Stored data
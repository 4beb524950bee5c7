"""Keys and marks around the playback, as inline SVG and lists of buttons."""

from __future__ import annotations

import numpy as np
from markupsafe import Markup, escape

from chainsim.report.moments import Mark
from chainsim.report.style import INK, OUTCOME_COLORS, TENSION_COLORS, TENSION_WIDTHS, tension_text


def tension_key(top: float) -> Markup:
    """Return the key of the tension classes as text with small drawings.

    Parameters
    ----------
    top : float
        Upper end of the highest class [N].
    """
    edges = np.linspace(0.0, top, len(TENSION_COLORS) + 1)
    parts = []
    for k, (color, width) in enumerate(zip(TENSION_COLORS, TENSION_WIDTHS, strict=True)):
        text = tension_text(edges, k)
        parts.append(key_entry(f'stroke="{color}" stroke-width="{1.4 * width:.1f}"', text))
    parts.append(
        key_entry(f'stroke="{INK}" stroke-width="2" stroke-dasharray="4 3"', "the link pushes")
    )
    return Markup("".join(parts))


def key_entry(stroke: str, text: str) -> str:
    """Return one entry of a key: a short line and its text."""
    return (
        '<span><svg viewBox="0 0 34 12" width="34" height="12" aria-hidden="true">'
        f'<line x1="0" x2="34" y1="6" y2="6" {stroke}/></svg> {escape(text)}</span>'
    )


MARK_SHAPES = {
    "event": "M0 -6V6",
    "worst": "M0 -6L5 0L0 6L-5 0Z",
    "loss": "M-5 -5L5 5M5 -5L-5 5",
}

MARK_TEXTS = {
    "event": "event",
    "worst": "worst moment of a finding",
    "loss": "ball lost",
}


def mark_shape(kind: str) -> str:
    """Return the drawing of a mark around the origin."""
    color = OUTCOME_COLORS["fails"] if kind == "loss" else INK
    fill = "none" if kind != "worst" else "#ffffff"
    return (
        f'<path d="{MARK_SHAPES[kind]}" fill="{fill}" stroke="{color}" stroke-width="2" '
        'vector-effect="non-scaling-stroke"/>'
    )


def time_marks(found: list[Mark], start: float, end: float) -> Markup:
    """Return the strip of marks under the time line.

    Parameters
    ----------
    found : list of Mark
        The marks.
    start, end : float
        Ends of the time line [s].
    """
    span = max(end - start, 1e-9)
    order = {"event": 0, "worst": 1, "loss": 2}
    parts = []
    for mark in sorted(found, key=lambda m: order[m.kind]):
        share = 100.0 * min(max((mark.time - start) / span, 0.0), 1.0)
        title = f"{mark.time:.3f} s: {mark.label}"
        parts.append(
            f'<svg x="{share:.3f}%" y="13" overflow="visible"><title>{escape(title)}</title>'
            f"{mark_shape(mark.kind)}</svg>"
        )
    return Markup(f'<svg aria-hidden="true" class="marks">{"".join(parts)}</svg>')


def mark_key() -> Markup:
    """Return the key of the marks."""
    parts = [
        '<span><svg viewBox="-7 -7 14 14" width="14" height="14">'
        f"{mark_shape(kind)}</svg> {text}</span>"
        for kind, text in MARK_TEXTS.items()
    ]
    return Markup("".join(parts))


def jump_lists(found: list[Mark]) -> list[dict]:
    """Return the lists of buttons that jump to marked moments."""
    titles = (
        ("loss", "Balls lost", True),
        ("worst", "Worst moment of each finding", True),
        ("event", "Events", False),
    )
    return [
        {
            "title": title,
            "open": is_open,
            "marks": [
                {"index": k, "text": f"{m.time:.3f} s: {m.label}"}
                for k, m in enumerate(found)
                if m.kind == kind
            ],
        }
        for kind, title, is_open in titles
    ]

---

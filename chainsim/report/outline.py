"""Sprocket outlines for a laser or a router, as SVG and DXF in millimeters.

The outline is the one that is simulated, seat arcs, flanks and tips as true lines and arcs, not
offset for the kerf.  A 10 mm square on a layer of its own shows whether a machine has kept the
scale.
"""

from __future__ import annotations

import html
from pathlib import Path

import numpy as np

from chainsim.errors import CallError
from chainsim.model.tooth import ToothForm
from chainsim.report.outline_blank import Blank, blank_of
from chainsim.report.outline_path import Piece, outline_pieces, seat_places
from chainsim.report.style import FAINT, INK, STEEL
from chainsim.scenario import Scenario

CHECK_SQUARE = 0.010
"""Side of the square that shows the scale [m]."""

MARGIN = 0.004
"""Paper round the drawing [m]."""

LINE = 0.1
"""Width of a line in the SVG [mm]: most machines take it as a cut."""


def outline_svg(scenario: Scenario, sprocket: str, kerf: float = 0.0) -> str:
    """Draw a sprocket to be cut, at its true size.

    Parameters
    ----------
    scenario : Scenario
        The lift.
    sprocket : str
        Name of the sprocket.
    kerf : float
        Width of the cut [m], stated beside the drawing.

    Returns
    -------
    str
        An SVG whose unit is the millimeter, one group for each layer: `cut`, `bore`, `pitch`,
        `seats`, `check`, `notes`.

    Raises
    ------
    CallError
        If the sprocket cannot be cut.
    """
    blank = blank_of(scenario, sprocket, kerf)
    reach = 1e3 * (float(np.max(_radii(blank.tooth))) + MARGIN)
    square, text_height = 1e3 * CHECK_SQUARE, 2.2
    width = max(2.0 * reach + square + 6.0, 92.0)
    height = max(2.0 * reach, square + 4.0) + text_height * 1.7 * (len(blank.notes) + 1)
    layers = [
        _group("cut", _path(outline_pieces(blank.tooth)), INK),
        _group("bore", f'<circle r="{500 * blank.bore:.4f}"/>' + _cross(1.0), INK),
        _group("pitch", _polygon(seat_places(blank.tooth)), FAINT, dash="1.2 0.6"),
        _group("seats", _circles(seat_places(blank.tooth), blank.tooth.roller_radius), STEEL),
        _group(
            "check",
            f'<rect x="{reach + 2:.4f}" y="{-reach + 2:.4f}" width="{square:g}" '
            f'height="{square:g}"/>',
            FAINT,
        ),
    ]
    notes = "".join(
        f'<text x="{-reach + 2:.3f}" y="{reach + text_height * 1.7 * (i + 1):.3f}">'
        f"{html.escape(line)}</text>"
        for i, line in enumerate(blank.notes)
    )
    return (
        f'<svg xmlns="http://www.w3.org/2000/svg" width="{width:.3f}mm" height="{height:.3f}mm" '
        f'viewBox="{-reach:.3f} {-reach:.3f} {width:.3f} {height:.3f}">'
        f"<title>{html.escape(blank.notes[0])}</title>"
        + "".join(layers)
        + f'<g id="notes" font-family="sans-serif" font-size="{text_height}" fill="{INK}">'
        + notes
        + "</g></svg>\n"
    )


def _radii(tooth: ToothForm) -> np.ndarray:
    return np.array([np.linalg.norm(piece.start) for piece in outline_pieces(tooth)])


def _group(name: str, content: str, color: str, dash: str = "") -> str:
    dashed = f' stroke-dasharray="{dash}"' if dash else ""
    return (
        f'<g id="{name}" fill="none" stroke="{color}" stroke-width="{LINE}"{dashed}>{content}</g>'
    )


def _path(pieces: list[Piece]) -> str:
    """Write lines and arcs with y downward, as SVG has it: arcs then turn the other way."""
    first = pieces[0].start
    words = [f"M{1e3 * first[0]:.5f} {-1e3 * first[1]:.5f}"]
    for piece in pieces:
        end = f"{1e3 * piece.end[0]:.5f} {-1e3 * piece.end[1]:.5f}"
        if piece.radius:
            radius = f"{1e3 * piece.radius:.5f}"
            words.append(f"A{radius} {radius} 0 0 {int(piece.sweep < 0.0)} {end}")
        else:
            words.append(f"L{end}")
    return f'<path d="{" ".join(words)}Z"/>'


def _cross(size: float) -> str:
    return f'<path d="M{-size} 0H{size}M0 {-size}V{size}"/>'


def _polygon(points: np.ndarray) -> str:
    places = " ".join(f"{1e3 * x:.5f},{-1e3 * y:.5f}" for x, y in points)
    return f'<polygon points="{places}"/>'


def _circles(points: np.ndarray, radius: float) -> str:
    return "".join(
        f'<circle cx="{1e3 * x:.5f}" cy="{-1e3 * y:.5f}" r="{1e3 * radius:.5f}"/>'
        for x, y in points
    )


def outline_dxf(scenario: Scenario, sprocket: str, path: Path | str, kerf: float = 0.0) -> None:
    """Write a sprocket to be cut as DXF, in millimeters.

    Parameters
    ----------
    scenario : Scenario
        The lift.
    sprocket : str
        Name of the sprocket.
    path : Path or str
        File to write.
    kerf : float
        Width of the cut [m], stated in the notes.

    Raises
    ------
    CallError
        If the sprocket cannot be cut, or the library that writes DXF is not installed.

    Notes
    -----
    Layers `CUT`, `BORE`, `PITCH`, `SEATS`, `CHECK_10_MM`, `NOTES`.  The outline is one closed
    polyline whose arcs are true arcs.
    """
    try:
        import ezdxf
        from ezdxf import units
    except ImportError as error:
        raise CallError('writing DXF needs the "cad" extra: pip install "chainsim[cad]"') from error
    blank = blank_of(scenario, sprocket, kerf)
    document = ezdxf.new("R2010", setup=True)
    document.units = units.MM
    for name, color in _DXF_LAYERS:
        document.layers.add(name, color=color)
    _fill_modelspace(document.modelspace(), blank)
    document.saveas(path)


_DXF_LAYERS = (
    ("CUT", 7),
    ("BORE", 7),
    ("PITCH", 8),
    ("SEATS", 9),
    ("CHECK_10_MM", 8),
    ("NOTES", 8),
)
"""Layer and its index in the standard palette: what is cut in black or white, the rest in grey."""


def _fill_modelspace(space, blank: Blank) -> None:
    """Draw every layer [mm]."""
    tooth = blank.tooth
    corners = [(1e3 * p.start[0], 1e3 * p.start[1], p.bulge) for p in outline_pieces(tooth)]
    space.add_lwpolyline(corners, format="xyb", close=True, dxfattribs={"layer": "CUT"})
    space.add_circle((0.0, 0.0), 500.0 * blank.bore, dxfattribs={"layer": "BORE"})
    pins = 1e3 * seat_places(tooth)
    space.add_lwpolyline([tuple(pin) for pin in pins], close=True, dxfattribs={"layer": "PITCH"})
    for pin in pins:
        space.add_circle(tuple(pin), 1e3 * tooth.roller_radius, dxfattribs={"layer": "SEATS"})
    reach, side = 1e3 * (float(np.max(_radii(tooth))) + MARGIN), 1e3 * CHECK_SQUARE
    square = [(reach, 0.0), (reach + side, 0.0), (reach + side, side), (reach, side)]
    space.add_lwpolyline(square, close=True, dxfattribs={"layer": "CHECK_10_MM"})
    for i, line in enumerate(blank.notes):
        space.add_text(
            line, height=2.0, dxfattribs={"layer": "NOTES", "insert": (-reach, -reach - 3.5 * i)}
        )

* _The problem_: Search the records for the word "else", then list every line that has it.

* _Task output_:
    color = OUTCOME_COLORS["fails"] if kind == "loss" else INK
    fill = "none" if kind != "worst" else "#ffffff"
    dashed = f' stroke-dasharray="{dash}"' if dash else ""
        else:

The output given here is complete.